The debate over the extended school year program in the US is multifaceted, and the term extended school year itself can be defined in a number of different ways. However, all of the various extended school year (ESY) programs do provide education in excess of a standard 180 day academic year.
In terms of the legal arguments for an extended school year program, the issues of recoupment and regression have been the primary focus.
The 2 R’s: Regression and Recoupment
Regression is a loss of academic knowledge and schools that occurs over the summer break, while recoupment refers to reacquiring this lost knowledge. The idea of the ESY program is not new in the US, with 49 of the 50 states having some type of policy or statue that mandates these programs or allows individual school districts within the state to implement them as an option.
Special Needs, Special Programs
The extended school year program has been a hot topic in the field of special education as well, with some dramatically different programs emerging from different states and school districts. One example of an ESY program for special needs children involves 4 days of classes per week which run for 5 hours per day. There is less than 1 month of summer break per year in this type of program.
Special needs are just one of the various requirements used by ESY programs to determine eligibility for and delivery of the program. In general, proponents of ESY argue that these programs are necessary for any students who would otherwise experience a high level of regression and recoupment in a traditional school year program. On average, students regress by about 4% over the summer vacation but students with moderate to severe learning disorders experience a higher rate of regression and slower recoupment.

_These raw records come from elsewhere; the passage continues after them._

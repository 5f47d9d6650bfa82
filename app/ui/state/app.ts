// The acts of the window: what a command, a click or a dropped file sets going. Components read the
// store and call these; nothing else changes the store.

import { createStore, type StoreApi } from 'zustand/vanilla';
import type { Site } from '../../../weather/index.ts';
import { emptyProject, projectText } from '../../project/index.ts';
import type { Desk, DeskFiles, OpenedFile, OpenedProject, RecentProject } from '../desk/index.ts';
import { type AppState, firstState, type Screen } from './app-state.ts';
import {
  adoptDraft,
  type Documents,
  fileName,
  makeDocuments,
  openDocument,
  weatherFileOf,
} from './documents.ts';
import { makeRuns, type RunYear, unnamed } from './runs.ts';

export interface App extends Documents {
  /** Absent in a plain page. */
  readonly files: DeskFiles | undefined;
  readonly store: StoreApi<AppState>;
  set(change: Partial<AppState>): void;
  go(screen: Screen, roomId?: string): void;
  /** Shows a screen with one of its things chosen. */
  choose(screen: Screen, id: string): void;
  newProject(): void;
  openDemo(): Promise<void>;
  openDraft(id: string): Promise<void>;
  dropDraft(id: string): Promise<void>;
  /** Sets the findings against the document as it is now. */
  takeAsBase(): void;
  openProject(): Promise<void>;
  openRecent(project: RecentProject): Promise<void>;
  openWeather(): Promise<void>;
  take(files: { project: OpenedFile | null; weather: OpenedFile | null }): void;
  giveSite(site: Site): void;
  closeProject(): void;
  runYear(): Promise<void>;
  cancel(): void;
}

export function createApp(
  desk: Desk,
  runYear: RunYear,
  start: Partial<AppState> = {},
  now: () => number = Date.now,
): App {
  const store = createStore<AppState>(() => ({ ...firstState, ...start }));
  const { getState: get, setState: set } = store;
  const runs = makeRuns(store, runYear);
  const documents = makeDocuments(store, runs, desk.files, now);
  const { guard } = documents;

  function show(opened: OpenedProject, screen: Screen = 'house') {
    runs.forget();
    const document = openDocument(opened.text, opened);
    set({
      project: { file: opened.file, text: opened.text },
      document,
      base: document && {
        name: 'as opened',
        document: document.story.now.document,
        coarse: null,
        full: null,
      },
      answered: { coarse: null, full: null },
      others: 0,
      isChangedOnDisk: false,
      guarded: null,
      chosen: {},
      weather: opened.weather,
      site: null,
      simulation: null,
      isStale: false,
      mark: null,
      weeks: {},
      roomId: null,
      screen,
      run: { kind: 'idle' },
      notice: opened.trouble ?? null,
    });
    void runs.run();
  }

  const guarded = (opened: OpenedProject) => guard(`opening ${opened.file}`, () => show(opened));

  /** Opening can fail on the machine's side; the open document is kept. */
  async function ask<T>(question: () => Promise<T | null>, use: (answer: T) => void, none = '') {
    try {
      const answer = await question();
      if (answer) use(answer);
      else if (none) set({ notice: none });
    } catch (error) {
      set({ notice: `Not opened. ${error instanceof Error ? error.message : unnamed}` });
    }
  }

  function holdWeather(weather: OpenedFile) {
    const { project, simulation } = get();
    set({ weather, site: null, isStale: simulation !== null, mark: null });
    if (project) {
      if (!nameWeather(weather)) void runs.run();
    } else set({ notice: `${weather.file} is held ready. Open a project to use it.` });
  }

  /** The project names the table it is run with. */
  function nameWeather({ relativePath, file, sha256 }: OpenedFile): boolean {
    const before = get().document?.story;
    documents.edit({
      name: `Weather table ${file}`,
      changes: [
        { path: 'weather.file', value: relativePath ?? file },
        { path: 'weather.sha256', value: sha256 },
      ],
    });
    return get().document?.story !== before;
  }

  return {
    ...documents,
    files: desk.files,
    store,
    set,
    choose(screen, id) {
      set({ screen, isDrawerOpen: false, chosen: { ...get().chosen, [screen]: id } });
    },
    newProject() {
      guard('starting a new project', () => {
        const name = 'New house';
        const text = projectText(emptyProject(name));
        show({ file: fileName(name), text, weather: get().weather }, 'plan');
        const { document } = get();
        if (document) set({ document: { ...document, saved: null } });
      });
    },
    takeAsBase() {
      const { document, answered } = get();
      if (!document) return;
      set({
        base: { name: document.story.now.name, document: document.story.now.document, ...answered },
      });
    },
    async openDraft(id) {
      const draft = await desk.files?.openDraft(id).catch(() => null);
      if (!draft) return set({ notice: 'That draft is no longer there.' });
      show({ ...draft, ...(draft.replaces === null ? {} : { sha256: draft.replaces }) });
      const { document } = get();
      if (document) {
        adoptDraft(document, id);
        set({ document: { ...document, saved: null } });
      }
      set({
        drafts: get().drafts.filter((one) => one.id !== id),
        notice: 'Opened as it was before it was lost. Save it to keep it.',
      });
    },
    async dropDraft(id) {
      await desk.files?.dropDraft(id);
      set({ drafts: get().drafts.filter((draft) => draft.id !== id) });
    },
    go(screen, roomId) {
      set({
        screen,
        isDrawerOpen: false,
        notice: null,
        ...(roomId === undefined ? {} : { roomId }),
      });
    },
    openDemo: () =>
      ask(desk.demo, guarded, 'The example did not come with this copy. Open a project.'),
    openProject: () =>
      ask(desk.openProject, (opened) =>
        guarded({ ...opened, weather: opened.weather ?? get().weather }),
      ),
    openRecent: (project) => ask(() => desk.openRecent(project), guarded),
    openWeather: () => ask(desk.openWeather, holdWeather),
    take({ project, weather }) {
      if (project) guarded({ ...project, weather: weather ?? get().weather });
      else if (weather) holdWeather(weather);
    },
    giveSite(site) {
      set({ site, dialog: null, isStale: get().simulation !== null });
      const { document } = get();
      // The project keeps the site with the table it names, so that it is not asked for again.
      const isNamed = document && weatherFileOf(document.story.now.document) !== null;
      if (isNamed) {
        const value = { ...site };
        documents.edit({ name: 'Site of the table', changes: [{ path: 'weather.site', value }] });
      }
      if (!isNamed || get().document?.story === document.story) void runs.run();
    },
    closeProject() {
      guard('closing the project', () => {
        runs.forget();
        const { scheme, units, recent, drafts } = get();
        set({ ...firstState, scheme, units, recent, drafts });
      });
    },
    runYear: runs.run,
    cancel: runs.cancel,
  };
}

Alternative Schools and Options
Some alternative schools also offer comprehensive ESY programs for their students. Many programs offers students a choice of tracks which focus on their unique academic and social needs and offer flexibly structured learning experiences which take place both inside and outside of the classroom. These types of programs encourage each student to develop an independent education plan and provide them with unique options to help develop their skills and interests. An important focus of many extended school year programs is to help students develop social skills along with improved academic performance.
Some examples of the offerings provided through ESY programs include summer therapeutic activity programs, bridge to college programs, drama programs and social and community activities programs. ESY programs can be an excellent alternative for students who are having a difficult time excelling in a traditional school year program.